== Supplied data ==
import { describe, expect, it } from 'vitest';
import type { LinkDesignInput } from '../schemas/link-design.schema.js';
import { workedExampleDesign } from '../examples/worked-example.js';
import { seededUniform } from '../numeric/seeded-random.js';
import { availabilityFromClimatology, availabilityFromRecords, clearAirMarginDb, type VisibilityRecords } from './availability.js';
import {
  analyseClimatologyAvailability,
  analyseRecordsAvailability,
  availabilityAgainstRange,
  availabilityByMonth,
  marginDistributionFromRecords,
  minimumVisibilityM,
  outagesFromRecords,
  rangesForClimatologyAvailability,
  rangesForRecordsAvailability,
  recordDurations,
} from './availability-analysis.js';
import { evaluateLink } from './evaluate-link.js';

const HOUR_MS = 3_600_000;
// The worked example LB-01 at 1 km without the fade margin: a clear-air margin of about 30 dB.
const oneKm: LinkDesignInput = { ...workedExampleDesign(), rangeM: 1000, scintillation: { include: false, probability: 1e-3 } };

/** Hourly records from a start time; NaN marks a missing reading. */
function hourly(startIso: string, visibilityM: number[], definition?: VisibilityRecords['visibilityDefinition']): VisibilityRecords {
  const start = Date.parse(startIso);
  return { visibilityM, timestampsMs: visibilityM.map((_, i) => start + i * HOUR_MS), visibilityDefinition: definition };
}

/** Seeded records with fog spells, missing readings and a few gaps, MOR or 2 %. */
function seededRecords(seed: number, count: number, definition: VisibilityRecords['visibilityDefinition']): VisibilityRecords {
  const random = seededUniform(seed);
  const visibilityM: number[] = [];
  const timestampsMs: number[] = [];
  let time = Date.UTC(2020, 0, 1);
  let fog = 0;
  for (let i = 0; i < count; i++) {
    time += random() < 0.01 ? 6 * HOUR_MS : HOUR_MS;
    if (fog === 0 && random() < 0.02) fog = 1 + Math.floor(random() * 10);
    visibilityM.push(random() < 0.01 ? Number.NaN : fog > 0 ? 40 + random() * 900 : 2000 + random() * 30_000);
    if (fog > 0) fog--;
    timestampsMs.push(time);
  }
  return { visibilityM, timestampsMs, visibilityDefinition: definition };
}

describe('a small record set, counted by hand', () => {
  // 50 m fog takes far more than the 30 dB clear-air margin over 1 km; 20 km takes a fraction of a dB.
  // Hours from 31 January 22:00 UTC: up, up | down, down, up, missing, down, up.
  const fog = 50;
  const clear = 20_000;
  const records = hourly('2021-01-31T22:00:00Z', [clear, clear, fog, fog, clear, Number.NaN, fog, clear]);

  it('gives 7 covered hours, 3 of them down, in two outages (the longest 2 h)', () => {
    const result = availabilityFromRecords(oneKm, records);
    expect(result).toMatchObject({ coveredHours: 7, unavailableHours: 3, outageCount: 2, longestOutageH: 2, missingCount: 1 });
    expect(result.availability).toBeCloseTo(4 / 7, 12);
  });

  it('puts January at 2 h up of 2 and February at 2 h up of 5', () => {
    expect(availabilityByMonth(oneKm, records)).toEqual([
      { month: 1, coveredHours: 2, unavailableHours: 0, availability: 1 },
      { month: 2, coveredHours: 5, unavailableHours: 3, availability: 2 / 5 },
    ]);
  });

  it('lists the two outages, longest first, with their start and lowest visibility', () => {
    const { count, longest } = outagesFromRecords(oneKm, records);
    expect(count).toBe(2);
    expect(longest).toEqual([
      { firstRecord: 2, startMs: Date.parse('2021-02-01T00:00:00Z'), durationH: 2, lowestVisibilityM: fog },
      { firstRecord: 6, startMs: Date.parse('2021-02-01T04:00:00Z'), durationH: 1, lowestVisibilityM: fog },
    ]);
  });

  it('bins the margins: 4 h near the clear-air margin, 3 h below the floor', () => {
    const distribution = marginDistributionFromRecords(oneKm, records, { binWidthDb: 5, floorDb: -30 });
    expect(distribution.belowHours).toBe(3);
    expect(distribution.coveredHours).toBe(7);
    const clearAir = clearAirMarginDb(oneKm);
    // the top bin holds the clear hours, whose margin is a fraction of a dB under the clear-air margin
    const topBin = distribution.bins.at(-1)!;
    expect(topBin.hours).toBe(4);
    expect(topBin.lowerDb).toBeGreaterThan(clearAir - 6);
    expect(distribution.bins.slice(0, -1).every((bin) => bin.hours === 0)).toBe(true);
    // exceeded half the time: the clear-weather margin; exceeded 99 % of the time: the fog's
    expect(distribution.exceeded.find((entry) => entry.share === 0.5)!.marginDb).toBeGreaterThan(clearAir - 1);
    expect(distribution.exceeded.find((entry) => entry.share === 0.99)!.marginDb).toBeLessThan(-200);
  });
});

describe('agreement with availabilityFromRecords over seeded years', () => {
  for (const definition of ['contrast-2-percent', 'mor-5-percent'] as const) {
    const records = seededRecords(definition === 'mor-5-percent' ? 11 : 12, 20_000, definition);
    const options = { requiredMarginDb: 3 };
    const totals = availabilityFromRecords(oneKm, records, options);

    it(`adds the months up to the totals (${definition})`, () => {
      const months = availabilityByMonth(oneKm, records, options);
      expect(months.map((month) => month.month)).toEqual([...new Set(months.map((month) => month.month))].sort((a, b) => a - b));
      expect(months.reduce((sum, month) => sum + month.coveredHours, 0)).toBeCloseTo(totals.coveredHours, 6);
      expect(months.reduce((sum, month) => sum + month.unavailableHours, 0)).toBeCloseTo(totals.unavailableHours, 6);
    });

    it(`finds the same outages (${definition})`, () => {
      const outages = outagesFromRecords(oneKm, records, { ...options, longest: 3 });
      expect(outages.count).toBe(totals.outageCount);
      expect(outages.longest[0]!.durationH).toBeCloseTo(totals.longestOutageH, 9);
      expect(outages.longest.length).toBe(3);
    });

    it(`gives the same covered hours and worst margin to the distribution (${definition})`, () => {
      const distribution = marginDistributionFromRecords(oneKm, records, { ...options, floorDb: -1000 });
      expect(distribution.coveredHours).toBeCloseTo(totals.coveredHours, 6);
      const binned = distribution.bins.reduce((sum, bin) => sum + bin.hours, 0) + distribution.belowHours;
      expect(binned).toBeCloseTo(totals.coveredHours, 6);
      expect(distribution.bins[0]!.lowerDb).toBeLessThanOrEqual(totals.worstMarginDb);
    });

    it(`sweeps availability against range as availabilityFromRecords at each range (${definition})`, () => {
      const ranges = [200, 500, 1000, 1500, 2500, 4000];
      const swept = availabilityAgainstRange(oneKm, records, ranges, options);
      for (const point of swept) {
        expect(point.availability).toBeCloseTo(availabilityFromRecords({ ...oneKm, rangeM: point.rangeM }, records, options).availability, 12);
      }
      for (let i = 1; i < swept.length; i++) expect(swept[i]!.availability).toBeLessThanOrEqual(swept[i - 1]!.availability);
    });

    it(`finds the longest range for 99 %, 99.9 % and 99.99 % (${definition})`, () => {
      const found = rangesForRecordsAvailability(oneKm, records, [0.9, 0.99, 0.999], options);
      expect(found.map((entry) => entry.status)).toEqual(['found', 'found', 'found']);
      for (const entry of found) {
        const at = (rangeM: number) => availabilityFromRecords({ ...oneKm, rangeM }, records, options).availability;
        expect(at(entry.rangeM! * (1 - 1e-6))).toBeGreaterThanOrEqual(entry.targetAvailability);
        expect(at(entry.rangeM! * 1.001)).toBeLessThan(entry.targetAvailability);
      }
      // a higher target is met only over a shorter path
      expect(found[0]!.rangeM!).toBeGreaterThan(found[1]!.rangeM!);
      expect(found[1]!.rangeM!).toBeGreaterThan(found[2]!.rangeM!);
    });
  }

  it('counts durations as availabilityFromRecords: the covered hours agree', () => {
    const records = seededRecords(5, 5000, undefined);
    const { durationH } = recordDurations(records);
    const sum = Array.from(durationH).filter((hours) => !Number.isNaN(hours)).reduce((a, b) => a + b, 0);
    expect(sum).toBeCloseTo(availabilityFromRecords(oneKm, records).coveredHours, 9);
  });

  it('needs timestamps for the months', () => {
    expect(() => availabilityByMonth(oneKm, { visibilityM: [1000, 2000] })).toThrow(/timestampsMs/);
  });
});

describe('the visibility below which the link fails', () => {
  it('leaves exactly the required margin at V_min (2 % and MOR)', () => {
    const twoPercent = minimumVisibilityM(oneKm, 'contrast-2-percent', { requiredMarginDb: 3 })!;
    const atMinimum = evaluateLink({ ...oneKm, atmosphere: { ...oneKm.atmosphere, visibilityM: twoPercent } });
    expect(atMinimum.linkMarginDb).toBeCloseTo(3, 6);
    const mor = minimumVisibilityM(oneKm, 'mor-5-percent', { requiredMarginDb: 3 })!;
    expect(mor * (Math.log(50) / Math.log(20))).toBeCloseTo(twoPercent, 6);
  });

  it('is null for a link that fails in any weather', () => {
    expect(minimumVisibilityM(oneKm, 'contrast-2-percent', { requiredMarginDb: 200 })).toBeNull();
  });
});

describe('ranges for a target availability from a cumulative table', () => {
  // The synthetic climatology of reference case LB-03 (test data, not a real site).
  const climatology = {
    visibilityM: [50, 100, 200, 500, 1000, 2000, 5000, 10000],
    probabilityBelow: [0.0005, 0.001, 0.002, 0.005, 0.01, 0.03, 0.1, 0.3],
  };

  it('gives ranges at which availabilityFromClimatology returns the target', () => {
    const found = rangesForClimatologyAvailability(oneKm, climatology, [0.99, 0.995, 0.999]);
    for (const entry of found) {
      expect(entry.status).toBe('found');
      const availability = availabilityFromClimatology({ ...oneKm, rangeM: entry.rangeM! }, climatology).availability;
      expect(availability).toBeCloseTo(entry.targetAvailability, 7);
    }
    // 99 %: P(V < v*) = 0.01 at the table level 1000 m
    expect(found[0]!.visibilityM).toBeCloseTo(1000, 6);
  });

  it('says when a target is out of reach even at 50 m (99.99 % needs a path through 10 m fog)', () => {
    const [entry] = rangesForClimatologyAvailability(oneKm, climatology, [0.9999]);
    expect(entry).toMatchObject({ status: 'not-achievable', rangeM: null });
    // below the table the first segment's power law is extended: P = 0.0005·(v/50 m)
    expect(entry!.visibilityM).toBeCloseTo(10, 9);
  });

  it('rejects a target outside (0, 1)', () => {
    expect(() => rangesForClimatologyAvailability(oneKm, climatology, [1])).toThrow(/targets\.0/);
  });
});

describe('the analysis in one call', () => {
  const records = seededRecords(21, 9000, 'mor-5-percent');

  it('carries availabilityFromRecords itself as its totals, and the parts agree with them', () => {
    const analysis = analyseRecordsAvailability(oneKm, records, { requiredMarginDb: 2 });
    expect(analysis.totals).toEqual(availabilityFromRecords(oneKm, records, { requiredMarginDb: 2 }));
    expect(analysis.outages.count).toBe(analysis.totals.outageCount);
    expect(analysis.months.reduce((sum, month) => sum + month.unavailableHours, 0)).toBeCloseTo(analysis.totals.unavailableHours, 6);
    expect(analysis.minimumVisibilityM).toBeCloseTo(minimumVisibilityM(oneKm, 'mor-5-percent', { requiredMarginDb: 2 })!, 9);
    expect(analysis.rangesForAvailability!.map((entry) => entry.targetAvailability)).toEqual([0.99, 0.999, 0.9999]);
    expect(analysis.availabilityAgainstRange!.length).toBe(40);
  });

  it('leaves the range analysis out below 550 nm with Kim, where availability is not monotone in range', () => {
    const blue: LinkDesignInput = { ...oneKm, transmitter: { ...oneKm.transmitter, wavelengthM: 450e-9 } };
    const analysis = analyseRecordsAvailability(blue, records);
    expect(analysis.rangesForAvailability).toBeNull();
    expect(analysis.availabilityAgainstRange).toBeNull();
    expect(analysis.totals.coveredHours).toBeGreaterThan(0);
  });

  it('carries availabilityFromClimatology itself for a cumulative table', () => {
    const climatology = { visibilityM: [50, 100, 200, 500, 1000, 2000, 5000, 10000], probabilityBelow: [0.0005, 0.001, 0.002, 0.005, 0.01, 0.03, 0.1, 0.3] };
    const analysis = analyseClimatologyAvailability(oneKm, climatology, { rangesM: [500, 1000] });
    expect(analysis.totals).toEqual(availabilityFromClimatology(oneKm, climatology));
    expect(analysis.availabilityAgainstRange[1]!.availability).toBe(analysis.totals.availability);
  });
});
===
# [Problem]
The count, and nothing else: how many lines of the entries contain the word "floorDb"?

# [Your solution]
2